Week of December 7th, 2020 in Review
The rise in COVID cases and decline in Paycheck Protection Program money is having a worsening impact on businesses and workers around the country as jobless claims trended in the wrong direction in the latest report. The number of people filing for unemployment benefits for the first time increased. The number of people continuing to receive benefits also rose.
Consumer inflation remained tame in November, per the latest Consumer Price Index report. Headline inflation was up 0.2% in November while the year-over-year reading remained unchanged at 1.2%. Core inflation, which strips out volatile food and energy prices, was also up 0.2% monthly while the annual reading was unchanged at 1.6%. More below about why tame inflation matters to Mortgage Bonds and home loan rates.
The latest National Federation of Independent Business Small Business Optimism Index dropped 2.6 points in November to 101.4, a three-month low. Within the report, those seeing higher selling prices rose 3 points to the highest level since May 2018, which is just 1 point from matching the highest since 2008. This data speaks to businesses not having enough people to help their supply meet demand, which is a sign that temporary inflation could be on the horizon.
Initial Jobless Claims Rise in Latest Week
Another 853,000 people filed for unemployment benefits for the first time during the week ending December 5, which is an increase of 137,000 claims from the prior week. Continuing Claims, which measure people who continue to receive benefits, also increased by 230,000 to 5.575 million.
In addition, remember that when regular benefits expire, people can file for Pandemic Emergency Unemployment Compensation (PEUC), which extends their benefits for another 13 weeks. The number of Pandemic Unemployment Assistance claims did decline by 313,000, but unfortunately for all the wrong reasons as benefits are expiring.
Keeping an Eye on Inflation
The latest Consumer Price Index (CPI) showed that inflation at the consumer level was tame in November, up 0.2% from October. The year over year reading remained unchanged at 1.2%. Core CPI, which strips out volatile food and energy prices, was up 0.2% on a monthly basis while the year over year reading was unchanged at 1.6%.
Inflation was also tame at the wholesale level, as November's Producer Price Index showed that headline inflation increased by 0.1%, which was in line with market expectations.
While these numbers are still relatively low, the year over year readings could continue to move higher as demand outpaces supply for goods and services. Those higher producer costs could translate to higher consumer costs and inflation.
Remember that inflation erodes the buying power of a Bond's fixed coupon over time. Meaning that rising inflation can cause Bonds to worsen or move lower. Home loan rates are inversely tied to Mortgage Bonds, so when Bonds worsen, home loan rates can rise. Though many factors influence the markets, tame inflation can benefit Mortgage Bonds and help home loan rates remain low.
The “Affordability” Myth
You may have heard some recent reports in the media about problems with home affordability. However, the "problem" being reported is a myth. Homes remain affordable today and in some cases are even more affordable today than they were a year ago.
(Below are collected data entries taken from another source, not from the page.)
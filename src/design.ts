// Runs every stage of the pipeline and keeps each seam and every diagnostic, so a caller can stop
// at or dump any stage. Pure: text in, artifacts out; the CLI does the file I/O.
import { diagnostic, fail, type Diagnostic } from './diagnostics.js';
import type { Artifact, BoardGeometry, IdealSolution, PhysicalDesign, ResponseSet, Spec } from './seams.js';
import { parseSpec, type Presets } from './spec/index.js';
import { sizeLines, type JunctionPlan, type SizedLines } from './physical/realize.js';
import { sweep } from './analysis/sweep.js';
import { checkDesignRules, type FitReport } from './geometry/index.js';
import { writeArtifacts } from './writers/index.js';
import { hasSpaceLimits, layoutVariants, type LayoutVariant } from './layoutSearch.js';
import { mm } from './format.js';

export { layoutInputOf } from './layoutSearch.js';

export interface DesignRun {
  readonly spec: Spec;
  readonly lines: SizedLines;
  readonly junction: JunctionPlan;
  readonly ideal: IdealSolution;
  readonly physical: PhysicalDesign;
  readonly response: ResponseSet;
  readonly geometry: BoardGeometry;
  readonly fit: FitReport & { readonly changed: readonly string[] };
  /** How the chosen stub is drawn: 'straight' or a fold such as 'L-source'. */
  readonly fold: string;
  /** Every layout tried, most preferred first (the `fit` command prints them). */
  readonly variants: readonly LayoutVariant[];
  readonly artifacts: readonly Artifact[];
  readonly diagnostics: readonly Diagnostic[];
}

export interface DesignOptions {
  /** Written into the artwork's generation attributes. */
  readonly version: string;
}

export function design(spec: Spec, options: DesignOptions, parseDiagnostics: readonly Diagnostic[] = []): DesignRun {
  const lines = sizeLines(spec);
  const variants = layoutVariants(spec, lines);
  if (variants.length === 0) {
    fail('solve.no-passive-solution', 'stub', `no ${spec.stub === 'best' ? '' : `${spec.stub}-circuit `}stub branch could be built and brought to the target on the physical network; try another stub termination, stub impedance or fabrication limits`);
  }
  const fitting = variants.findIndex((v) => v.fit.fits);
  const chosen = variants[fitting >= 0 ? fitting : 0]!;
  const fitDiagnostics: Diagnostic[] = [];
  if (hasSpaceLimits(spec)) {
    if (fitting < 0) {
      const best = variants.reduce((a, b) => (b.fit.margin > a.fit.margin ? b : a));
      fitDiagnostics.push(diagnostic('fit.no-fit', 'area', `no layout fits: the preferred one misses by ${mm(-chosen.fit.margin)} mm (${chosen.fit.limitedBy}); the closest of ${variants.length} tried misses by ${mm(-best.fit.margin)} mm`));
    } else if (chosen.changed.length > 0) {
      fitDiagnostics.push(diagnostic('fit.changed', 'area', `the preferred layout does not fit; changed to fit: ${chosen.changed.join(', ')}`));
    }
  }
  const physical = chosen.physical;
  const response = sweep(spec, physical);
  const geometry = chosen.geometry;
  const drc = checkDesignRules(geometry, spec.fab, spec.area);
  const diagnostics = [...parseDiagnostics, ...physical.diagnostics, ...fitDiagnostics, ...drc];
  const fit = { ...chosen.fit, changed: chosen.changed };
  const artifacts = writeArtifacts({ spec, ideal: chosen.ideal, physical, response, geometry, diagnostics, fit, fold: chosen.fold, version: options.version });
  return { spec, lines, junction: chosen.junction, ideal: chosen.ideal, physical, response, geometry, fit, fold: chosen.fold, variants, artifacts, diagnostics };
}

/** Parse a spec file's text and run the whole pipeline on it. */
export function designFromText(text: string, presets: Presets, options: DesignOptions, sourceName?: string): DesignRun {
  const parsed = parseSpec(text, presets, sourceName);
  return design(parsed.spec, options, parsed.diagnostics);
}
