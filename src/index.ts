// tunestrip's public API: the stage functions, the whole pipeline, and the seam types.
export * from './seams.js';
export type { Complex } from './math/complex.js';
export { complex } from './math/complex.js';
export { CATALOGUE, TunestripError, type Diagnostic, type DiagnosticCode, type Severity } from './diagnostics.js';
export { design, designFromText, layoutInputOf, type DesignRun, type DesignOptions } from './design.js';
export { parseSpec, type Presets, type ParsedSpec } from './spec/index.js';
export { parseQuantity, parseImpedance } from './units.js';
export { solveSingleStub, type StubProblem } from './solve/index.js';
export { analyseMicrostrip, synthesizeMicrostrip, propagationConstant } from './physical/microstrip/index.js';
export { sizeLines, planJunction, realize } from './physical/realize.js';
export { physicalInputImpedance } from './analysis/physicalNetwork.js';
export { sweep } from './analysis/sweep.js';
export { layoutStubMatch } from './geometry/index.js';
export { writeArtifacts } from './writers/index.js';
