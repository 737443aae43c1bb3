// Does the copper fit the space the spec allows? One signed margin over the allowed area and every
// keep-out, after the clearance, by exact plane geometry (no rasterising; common practice, no
// source): for each copper point p, s(p) is its distance to the region's boundary, positive on the
// allowed side (inside the area, outside a keep-out) and negative on the forbidden side; the margin
// of a region is min over all copper of s(p), minus the clearance.
//
// - Copper apart from the forbidden side: the minimum is the distance between the copper outlines
//   and the region boundary, the least vertex-to-segment distance between the two.
// - Copper reaching into the forbidden side: the minimum is −(the largest depth of copper inside it).
//   The depth is a minimum of distances to the boundary's vertices and edge lines, so its largest
//   value over the copper lies at a copper vertex, at a point of a copper edge equidistant from two
//   boundary features, or at a point inside the copper equidistant from three (a vertex of the
//   region's medial axis, e.g. the centre of a keep-out that the copper covers). Every such
//   candidate is solved for and its true depth evaluated, so the answer is exact.
// - Circles: min over copper of |p − c| − r for a circle keep-out (0 distance when the centre is on
//   copper), r − max over copper vertices of |p − c| for a circle area.
//
// Copper is the drawn island outlines (what the Gerber and DXF writers emit). A via pad there is the
// circumscribed polygon of `circlePolygon`: its extent along x and y equals the nominal circle's,
// and elsewhere it lies at most PAD_RADIAL_TOLERANCE (1 µm) outside, so margins near pads are the
// drawn copper's, conservative by at most 1 µm against the nominal circle.
import type { BoardGeometry, CopperIsland, Point, Region, Ring } from '../seams.js';
import { pointInRing, rectRing, ringBounds } from './polygon.js';

export interface FitReport {
  readonly fits: boolean;
  /** Worst signed margin (m): distance from copper (pads included) to the nearest area edge or keep-out, minus the clearance; negative when violated. +Infinity when there is nothing to fit. */
  readonly margin: number;
  /** Which constraint sets the worst margin, e.g. "area edge x max", "keep-out 2 (circle)"; "nothing" when none does. */
  readonly limitedBy: string;
}

/** Margins closer to zero than this (m) are float noise on the 1 nm board grid and count as touching. */
export const TOUCH_TOLERANCE = 1e-12;
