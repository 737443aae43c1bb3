// Layout variants in order of electrical preference, each laid out and checked against the space
// the spec allows. When the preferred layout does not fit, the first variant that does is used,
// and what changed is said.
import type { BoardGeometry, IdealSolution, PhysicalDesign, Spec, StubStyle } from './seams.js';
import { solveSingleStub } from './solve/index.js';
import { planJunction, realizeAll, withBends, type JunctionPlan, type SizedLines } from './physical/realize.js';
import { layoutStubMatch, checkFit, foldFits, placeGeometry, type FitReport, type StubFold, type StubLayoutInput } from './geometry/index.js';
import { mitreDouvilleJames } from './physical/discontinuities/index.js';

/** How the stub is drawn: straight, or folded once (L) or twice (U) with its bends towards the load or the source. */
export type Fold = 'straight' | 'L-source' | 'L-load' | 'U-source' | 'U-load';

export interface LayoutVariant {
  readonly style: StubStyle;
  readonly junction: JunctionPlan;
  readonly ideal: IdealSolution;
  readonly physical: PhysicalDesign;
  readonly fold: Fold;
  readonly geometry: BoardGeometry;
  readonly fit: FitReport;
  /** How this variant differs from the preferred one, in words; empty for the preferred one. */
  readonly changed: readonly string[];
}

interface Electrical {
  readonly style: StubStyle;
  readonly junction: JunctionPlan;
  readonly ideal: IdealSolution;
  readonly designs: readonly PhysicalDesign[];
}

/** Straight first; then an L, then a U, each with the bend towards the source and then the load (our preference order). */
const FOLDS: readonly Fold[] = ['straight', 'L-source', 'L-load', 'U-source', 'U-load'];

const FOLD_WORDS: Readonly<Record<Exclude<Fold, 'straight'>, string>> = {
  'L-source': 'L-folded stub (bend towards the source)',
  'L-load': 'L-folded stub (bend towards the load)',
  'U-source': 'U-folded stub (bends towards the source)',
  'U-load': 'U-folded stub (bends towards the load)',
};

/** Whether the spec constrains the copper's position at all. */
export const hasSpaceLimits = (spec: Spec): boolean => spec.area !== undefined || spec.keepouts.length > 0;

function electrical(spec: Spec, lines: SizedLines, style: StubStyle, explore: boolean): Electrical {
  const stubCount = style === 'balanced' ? 2 : 1;
  const junction = planJunction(spec, lines, stubCount);
  const ideal = solveSingleStub({ load: spec.load, target: junction.targetAtJunction, lineZ0: spec.lineZ0, stubZ0: spec.stubZ0, style });
  const plan = ideal.alreadyMatched ? planJunction(spec, lines, 0) : junction;
  const own = realizeAll(spec, lines, plan, ideal);
  const others = spec.stub === 'best' || !explore ? [] : realizeAll(spec, lines, plan, ideal, [spec.stub === 'open' ? 'short' : 'open']);
  return { style, junction: plan, ideal, designs: [...own, ...others] };
}

/**
 * Every variant, most preferred first: the spec's own choice, then the other branch, the other
 * termination, the other side, the other style (single ↔ balanced) and finally folding. Only the
 * spec's own style is tried when the spec sets no area or keep-outs.
 */
export function layoutVariants(spec: Spec, lines: SizedLines, explore = hasSpaceLimits(spec)): LayoutVariant[] {
  const styles: StubStyle[] = explore ? [spec.style, spec.style === 'single' ? 'balanced' : 'single'] : [spec.style];
  const byStyle = styles.map((style) => electrical(spec, lines, style, explore));
  const preferred = byStyle[0]?.designs[0];
  const variants: LayoutVariant[] = [];
  for (const fold of explore ? FOLDS : FOLDS.slice(0, 1)) {
    for (const e of byStyle) {
      const sides: ('left' | 'right')[] =
        e.style === 'balanced' ? ['left'] : explore ? [spec.stubSide, spec.stubSide === 'left' ? 'right' : 'left'] : [spec.stubSide];
      for (const side of sides) {
        for (const d of explore ? e.designs : e.designs.slice(0, 1)) {
          const straight: PhysicalDesign = e.style === 'balanced' || d.copper.stubCount === 0 ? d : { ...d, stubSides: [side] };
          const sided = fold === 'straight' || straight.copper.stubCount === 0 ? straight : withBends(spec, straight, fold.startsWith('U') ? 2 : 1);
          const input = layoutInputOf(spec, sided, fold);
          // A fold that cannot be built at this stub length (too short to fold) is not a variant.
          if (input.fold && !foldFits(input)) continue;
          // A folded stub carries the bend model's validity warnings (w/h ≥ 0.25) with its design.
          const bendWarnings = input.fold ? mitreDouvilleJames(sided.copper.stubWidth, spec.substrate.height).warnings : [];
          const physical: PhysicalDesign = bendWarnings.length > 0 ? { ...sided, diagnostics: [...sided.diagnostics, ...bendWarnings] } : sided;
          const geometry = placeGeometry(layoutStubMatch(input), spec.place);
          const fit = checkFit(geometry, spec.area, spec.keepouts, spec.clearance);
          variants.push({ style: e.style, junction: e.junction, ideal: e.ideal, physical, fold, geometry, fit, changed: preferred ? differences(preferred, physical, fold) : [] });
        }
      }
    }
  }
  return variants;
}

function differences(a: PhysicalDesign, b: PhysicalDesign, fold: Fold): string[] {
  const out: string[] = [];
  const sa = a.solution;
  const sb = b.solution;
  if (sa.style !== sb.style) out.push(`${sb.style} stubs instead of ${sa.style}`);
  if (sa.termination !== sb.termination) out.push(`${sb.termination}-circuit stub instead of ${sa.termination}`);
  if (sa.branch !== sb.branch && sa.style === sb.style) out.push(`branch ${sb.branch} instead of ${sa.branch}`);
  if (sb.style === 'single' && sa.style === 'single' && a.stubSides[0] !== b.stubSides[0]) out.push(`stub on the ${b.stubSides[0]} instead of the ${a.stubSides[0]}`);
  if (fold !== 'straight') out.push(FOLD_WORDS[fold]);
  return out;
}

/** The copper dimensions the physical stage chose, handed to the geometry stage. */
export function layoutInputOf(spec: Spec, physical: PhysicalDesign, fold: Fold = 'straight'): StubLayoutInput {
  const c = physical.copper;
  const folded = foldOf(spec, physical, fold);
  return {
    seriesWidth: c.seriesWidth,
    seriesLength: c.seriesLength,
    leadLength: c.leadLength,
    stubWidth: c.stubWidth,
    stubLength: c.stubLength,
    stubSides: physical.stubSides,
    termination: c.termination,
    ...(c.vias ? { via: { drill: c.vias.drill, pad: c.vias.pad, count: c.vias.count, pitch: c.vias.pitch } } : {}),
    ...(folded ? { fold: folded } : {}),
    ...(spec.area ? { area: spec.area } : {}),
    keepouts: spec.keepouts,
  };
}

/**
 * The bend geometry of a folded stub: each corner mitred per Douville & James (1978), the cut from
 * mitreDouvilleJames (physics.md §4.3 [M]); the fold keeps max(2 × stub width, fab.min_space) from
 * the series line and between a U's arms, so coupling stays small and the space rule holds (common
 * practice, no source: two line widths between coupled-free parallel lines).
 */
function foldOf(spec: Spec, physical: PhysicalDesign, fold: Fold): StubFold | undefined {
  if (fold === 'straight' || physical.copper.stubCount === 0) return undefined;
  const w = physical.copper.stubWidth;
  const [kind, toward] = fold.split('-') as ['L' | 'U', 'load' | 'source'];
  return { kind, toward, mitreCut: mitreDouvilleJames(w, spec.substrate.height).edgeCut, clearance: Math.max(2 * w, spec.fab.minSpace) };
}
What causes this confusion? Many mistakenly look at the significant move higher in the median home price, which is currently up 15% versus last year. But the median home price does not measure appreciation. Instead, it marks the middle price point of recent home sales.
Home prices have appreciated in the last year, but only 7% per the latest reports. Meanwhile, rates have fallen in this same period. This means that for many people, the monthly principal and interest payment to buy a home today could be lower than last year.
The bottom line is that there is reason to feel positive about the housing market with great opportunities for people hoping to buy a home next year!
What to Look for This Week
On Tuesday, we'll get an update on manufacturing in the New York region with December's Empire State Index, followed by the Philadelphia Fed Index on Thursday.
In addition, the Fed's two-day meeting begins Tuesday with their Monetary Policy Statement being released Wednesday. November Retail Sales will also be reported on Wednesday, which will reveal how retailers fared given the uptick in COVID cases. And on Thursday, the latest jobless claims figures remain critical to monitor.
The Fed continues to provide stability to the markets thanks to its ongoing purchases of Mortgage Backed Securities. Mortgage Bonds continue to ride the 25-day Moving Average, which has provided solid support in recent days. Bonds have room to move higher until reaching resistance at 103.953 and if Stocks continue to sell off, we could see Bonds move higher in this range.